• _The problem_:
Upon reaching the line containing "and benchmarks). */", output that line and all remaining lines exactly, through the end of the entries, and output nothing before it.

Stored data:
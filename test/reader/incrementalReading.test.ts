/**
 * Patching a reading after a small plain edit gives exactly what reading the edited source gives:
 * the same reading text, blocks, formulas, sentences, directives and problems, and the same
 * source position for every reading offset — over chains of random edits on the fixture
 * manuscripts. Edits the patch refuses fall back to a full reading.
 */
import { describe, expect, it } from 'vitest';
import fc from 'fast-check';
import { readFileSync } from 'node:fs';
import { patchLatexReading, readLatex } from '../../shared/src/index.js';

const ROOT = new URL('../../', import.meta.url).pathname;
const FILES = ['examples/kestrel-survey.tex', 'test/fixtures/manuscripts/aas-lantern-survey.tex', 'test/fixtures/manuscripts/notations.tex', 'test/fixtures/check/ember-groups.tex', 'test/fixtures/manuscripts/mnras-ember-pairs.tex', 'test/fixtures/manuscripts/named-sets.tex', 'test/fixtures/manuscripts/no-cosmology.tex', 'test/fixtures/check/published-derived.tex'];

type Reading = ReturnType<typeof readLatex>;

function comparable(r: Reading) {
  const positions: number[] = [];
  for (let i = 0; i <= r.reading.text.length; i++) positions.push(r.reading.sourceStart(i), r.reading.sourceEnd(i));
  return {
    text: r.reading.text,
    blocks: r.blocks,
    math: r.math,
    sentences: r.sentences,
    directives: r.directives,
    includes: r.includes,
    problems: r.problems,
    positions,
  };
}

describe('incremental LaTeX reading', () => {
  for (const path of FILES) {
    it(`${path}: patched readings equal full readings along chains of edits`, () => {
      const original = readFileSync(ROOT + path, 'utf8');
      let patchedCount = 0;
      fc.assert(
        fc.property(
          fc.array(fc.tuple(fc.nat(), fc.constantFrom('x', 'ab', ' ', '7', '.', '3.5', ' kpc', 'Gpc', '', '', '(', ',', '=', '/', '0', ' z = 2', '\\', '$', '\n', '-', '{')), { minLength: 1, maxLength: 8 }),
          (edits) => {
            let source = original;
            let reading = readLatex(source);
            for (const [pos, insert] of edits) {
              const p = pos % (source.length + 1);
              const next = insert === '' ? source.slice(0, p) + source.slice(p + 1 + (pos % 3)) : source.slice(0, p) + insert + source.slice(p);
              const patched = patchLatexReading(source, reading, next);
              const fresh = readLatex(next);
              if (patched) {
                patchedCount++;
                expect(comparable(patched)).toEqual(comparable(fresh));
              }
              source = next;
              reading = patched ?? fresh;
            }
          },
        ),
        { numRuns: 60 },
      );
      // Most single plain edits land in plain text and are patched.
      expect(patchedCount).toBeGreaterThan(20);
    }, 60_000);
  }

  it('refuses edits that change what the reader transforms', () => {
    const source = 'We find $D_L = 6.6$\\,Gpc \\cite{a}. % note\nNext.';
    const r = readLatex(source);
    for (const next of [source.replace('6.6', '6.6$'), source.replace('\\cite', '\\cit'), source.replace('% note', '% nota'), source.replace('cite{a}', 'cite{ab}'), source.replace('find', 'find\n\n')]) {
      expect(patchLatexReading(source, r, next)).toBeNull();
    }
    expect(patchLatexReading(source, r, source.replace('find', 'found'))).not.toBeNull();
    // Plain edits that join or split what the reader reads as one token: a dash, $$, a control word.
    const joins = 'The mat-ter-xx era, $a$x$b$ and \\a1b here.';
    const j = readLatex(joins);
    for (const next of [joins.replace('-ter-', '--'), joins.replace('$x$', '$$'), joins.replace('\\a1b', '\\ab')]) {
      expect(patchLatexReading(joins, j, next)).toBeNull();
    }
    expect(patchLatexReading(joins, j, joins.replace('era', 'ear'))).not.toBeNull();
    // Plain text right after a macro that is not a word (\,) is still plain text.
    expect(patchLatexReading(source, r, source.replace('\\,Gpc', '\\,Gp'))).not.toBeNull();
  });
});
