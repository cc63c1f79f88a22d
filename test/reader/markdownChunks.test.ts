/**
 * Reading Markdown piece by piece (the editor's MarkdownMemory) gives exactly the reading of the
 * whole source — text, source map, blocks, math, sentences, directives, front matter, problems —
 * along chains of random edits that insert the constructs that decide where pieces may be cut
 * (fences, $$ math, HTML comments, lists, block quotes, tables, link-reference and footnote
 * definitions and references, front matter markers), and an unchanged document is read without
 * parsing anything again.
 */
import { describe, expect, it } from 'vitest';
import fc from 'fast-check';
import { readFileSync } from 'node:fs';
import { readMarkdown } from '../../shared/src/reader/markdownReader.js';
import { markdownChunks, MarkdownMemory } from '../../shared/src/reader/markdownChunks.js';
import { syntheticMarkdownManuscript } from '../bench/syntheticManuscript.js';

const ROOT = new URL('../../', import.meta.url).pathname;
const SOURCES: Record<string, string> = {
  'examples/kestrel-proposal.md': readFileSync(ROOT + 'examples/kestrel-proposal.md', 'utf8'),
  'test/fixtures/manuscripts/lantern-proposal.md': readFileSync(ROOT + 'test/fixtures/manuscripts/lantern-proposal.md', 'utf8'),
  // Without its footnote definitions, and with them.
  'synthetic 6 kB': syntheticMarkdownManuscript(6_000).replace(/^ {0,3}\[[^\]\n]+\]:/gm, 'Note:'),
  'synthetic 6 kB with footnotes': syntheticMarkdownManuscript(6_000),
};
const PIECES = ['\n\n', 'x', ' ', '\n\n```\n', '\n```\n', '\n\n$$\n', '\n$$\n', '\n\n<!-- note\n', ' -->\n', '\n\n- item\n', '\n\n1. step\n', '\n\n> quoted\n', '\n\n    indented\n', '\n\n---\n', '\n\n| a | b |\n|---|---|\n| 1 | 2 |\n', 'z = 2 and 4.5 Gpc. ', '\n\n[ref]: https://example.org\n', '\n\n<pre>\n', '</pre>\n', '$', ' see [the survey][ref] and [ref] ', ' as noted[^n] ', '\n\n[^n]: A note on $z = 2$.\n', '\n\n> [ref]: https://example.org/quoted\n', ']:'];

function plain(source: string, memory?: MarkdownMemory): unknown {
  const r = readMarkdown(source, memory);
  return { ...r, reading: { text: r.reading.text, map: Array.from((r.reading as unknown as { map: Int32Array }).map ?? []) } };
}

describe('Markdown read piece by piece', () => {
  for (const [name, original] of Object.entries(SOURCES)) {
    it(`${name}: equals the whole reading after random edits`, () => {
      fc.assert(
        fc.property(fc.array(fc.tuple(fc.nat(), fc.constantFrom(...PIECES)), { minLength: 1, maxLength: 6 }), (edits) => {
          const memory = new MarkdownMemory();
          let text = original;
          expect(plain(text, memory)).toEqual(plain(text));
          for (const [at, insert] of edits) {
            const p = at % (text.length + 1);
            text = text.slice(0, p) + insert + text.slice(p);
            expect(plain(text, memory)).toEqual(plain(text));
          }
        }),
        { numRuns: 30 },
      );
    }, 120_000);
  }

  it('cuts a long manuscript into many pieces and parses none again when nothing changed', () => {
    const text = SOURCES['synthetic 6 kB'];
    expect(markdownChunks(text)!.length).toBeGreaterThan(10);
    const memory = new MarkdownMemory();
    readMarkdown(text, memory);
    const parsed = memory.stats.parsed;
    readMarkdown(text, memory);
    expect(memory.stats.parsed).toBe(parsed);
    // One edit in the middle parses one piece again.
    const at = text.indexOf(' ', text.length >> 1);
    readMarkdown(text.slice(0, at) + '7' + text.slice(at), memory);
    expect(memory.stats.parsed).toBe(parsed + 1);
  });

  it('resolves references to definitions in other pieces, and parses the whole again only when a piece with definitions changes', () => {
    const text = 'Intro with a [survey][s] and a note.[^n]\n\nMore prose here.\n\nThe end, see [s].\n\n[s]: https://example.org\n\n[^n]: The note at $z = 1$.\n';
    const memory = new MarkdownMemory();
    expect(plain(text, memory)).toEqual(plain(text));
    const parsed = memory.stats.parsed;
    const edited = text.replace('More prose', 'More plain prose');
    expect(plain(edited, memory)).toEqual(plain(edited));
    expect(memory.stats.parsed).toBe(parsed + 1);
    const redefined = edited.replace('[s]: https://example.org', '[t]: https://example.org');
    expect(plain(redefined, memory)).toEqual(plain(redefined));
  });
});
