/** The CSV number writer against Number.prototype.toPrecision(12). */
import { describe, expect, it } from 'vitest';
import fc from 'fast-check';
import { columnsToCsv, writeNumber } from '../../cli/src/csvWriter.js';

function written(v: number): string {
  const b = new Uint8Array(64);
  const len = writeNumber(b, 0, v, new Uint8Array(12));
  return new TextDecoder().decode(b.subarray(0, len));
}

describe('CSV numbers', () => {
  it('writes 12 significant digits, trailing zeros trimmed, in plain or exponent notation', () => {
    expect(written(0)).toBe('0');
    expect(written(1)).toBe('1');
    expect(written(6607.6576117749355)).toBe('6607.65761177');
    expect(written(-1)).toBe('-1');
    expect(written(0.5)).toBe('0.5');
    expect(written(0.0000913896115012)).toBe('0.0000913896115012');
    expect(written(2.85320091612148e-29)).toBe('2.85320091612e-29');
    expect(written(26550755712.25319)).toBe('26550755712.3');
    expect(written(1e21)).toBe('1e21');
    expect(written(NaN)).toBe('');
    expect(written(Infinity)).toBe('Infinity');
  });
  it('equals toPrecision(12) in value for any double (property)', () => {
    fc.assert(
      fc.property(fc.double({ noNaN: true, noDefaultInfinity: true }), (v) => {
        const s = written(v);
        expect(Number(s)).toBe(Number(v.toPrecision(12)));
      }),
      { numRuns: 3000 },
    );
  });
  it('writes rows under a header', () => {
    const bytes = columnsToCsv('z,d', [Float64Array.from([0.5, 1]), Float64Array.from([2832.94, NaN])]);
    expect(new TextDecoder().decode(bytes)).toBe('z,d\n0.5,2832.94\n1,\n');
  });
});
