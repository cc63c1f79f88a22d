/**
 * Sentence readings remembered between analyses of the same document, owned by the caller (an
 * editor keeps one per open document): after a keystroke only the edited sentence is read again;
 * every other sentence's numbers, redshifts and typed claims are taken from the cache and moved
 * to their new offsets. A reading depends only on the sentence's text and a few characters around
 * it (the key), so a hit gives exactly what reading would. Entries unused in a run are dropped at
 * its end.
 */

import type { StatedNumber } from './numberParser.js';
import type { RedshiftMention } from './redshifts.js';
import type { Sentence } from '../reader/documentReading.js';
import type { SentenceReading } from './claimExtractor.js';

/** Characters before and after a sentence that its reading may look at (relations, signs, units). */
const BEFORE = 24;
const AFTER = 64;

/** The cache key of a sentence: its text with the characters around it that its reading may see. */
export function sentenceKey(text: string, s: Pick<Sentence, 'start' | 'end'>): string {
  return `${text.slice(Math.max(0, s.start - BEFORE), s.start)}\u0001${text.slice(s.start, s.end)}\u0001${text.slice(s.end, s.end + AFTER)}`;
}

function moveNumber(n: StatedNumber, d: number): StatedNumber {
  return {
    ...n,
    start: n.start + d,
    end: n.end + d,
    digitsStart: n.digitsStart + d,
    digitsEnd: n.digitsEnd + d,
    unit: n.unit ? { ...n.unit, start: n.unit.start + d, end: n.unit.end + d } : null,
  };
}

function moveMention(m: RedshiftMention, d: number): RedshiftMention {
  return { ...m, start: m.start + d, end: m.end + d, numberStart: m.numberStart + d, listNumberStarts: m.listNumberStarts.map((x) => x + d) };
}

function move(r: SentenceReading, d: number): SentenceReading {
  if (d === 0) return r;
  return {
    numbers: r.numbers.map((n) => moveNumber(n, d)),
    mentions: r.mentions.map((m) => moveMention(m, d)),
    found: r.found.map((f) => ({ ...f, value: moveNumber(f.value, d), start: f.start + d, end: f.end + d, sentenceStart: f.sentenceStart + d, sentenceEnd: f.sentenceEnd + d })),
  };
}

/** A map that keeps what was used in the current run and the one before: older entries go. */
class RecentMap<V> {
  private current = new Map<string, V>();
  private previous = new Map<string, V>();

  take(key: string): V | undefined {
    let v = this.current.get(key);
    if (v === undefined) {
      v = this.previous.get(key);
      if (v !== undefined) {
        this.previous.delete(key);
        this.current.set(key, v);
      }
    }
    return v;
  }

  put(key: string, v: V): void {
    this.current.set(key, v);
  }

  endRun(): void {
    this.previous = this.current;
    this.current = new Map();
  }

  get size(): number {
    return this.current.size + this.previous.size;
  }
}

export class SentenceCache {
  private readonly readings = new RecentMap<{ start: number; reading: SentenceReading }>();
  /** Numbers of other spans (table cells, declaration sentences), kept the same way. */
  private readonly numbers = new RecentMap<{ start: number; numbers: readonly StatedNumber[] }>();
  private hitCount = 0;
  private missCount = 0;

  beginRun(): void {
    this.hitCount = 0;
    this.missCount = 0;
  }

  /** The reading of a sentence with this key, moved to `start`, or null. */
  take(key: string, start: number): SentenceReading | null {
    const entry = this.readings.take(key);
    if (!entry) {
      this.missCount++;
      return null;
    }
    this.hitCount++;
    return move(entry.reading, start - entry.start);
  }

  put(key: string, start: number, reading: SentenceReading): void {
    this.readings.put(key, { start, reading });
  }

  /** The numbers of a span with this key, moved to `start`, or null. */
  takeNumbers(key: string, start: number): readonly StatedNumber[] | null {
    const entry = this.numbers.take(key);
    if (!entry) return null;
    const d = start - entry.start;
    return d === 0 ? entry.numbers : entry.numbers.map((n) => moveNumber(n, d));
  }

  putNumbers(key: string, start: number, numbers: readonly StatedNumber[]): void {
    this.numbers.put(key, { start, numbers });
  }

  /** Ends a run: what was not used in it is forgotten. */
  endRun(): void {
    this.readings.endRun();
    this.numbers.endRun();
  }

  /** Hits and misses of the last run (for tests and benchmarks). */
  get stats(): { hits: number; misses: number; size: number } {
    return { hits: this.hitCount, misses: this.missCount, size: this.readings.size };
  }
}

• _Written response_:
  /** Hits and misses of the last run (for tests and benchmarks). */
  get stats(): { hits: number; misses: number; size: number } {
    return { hits: this.hitCount, misses: this.missCount, size: this.readings.size };
  }
}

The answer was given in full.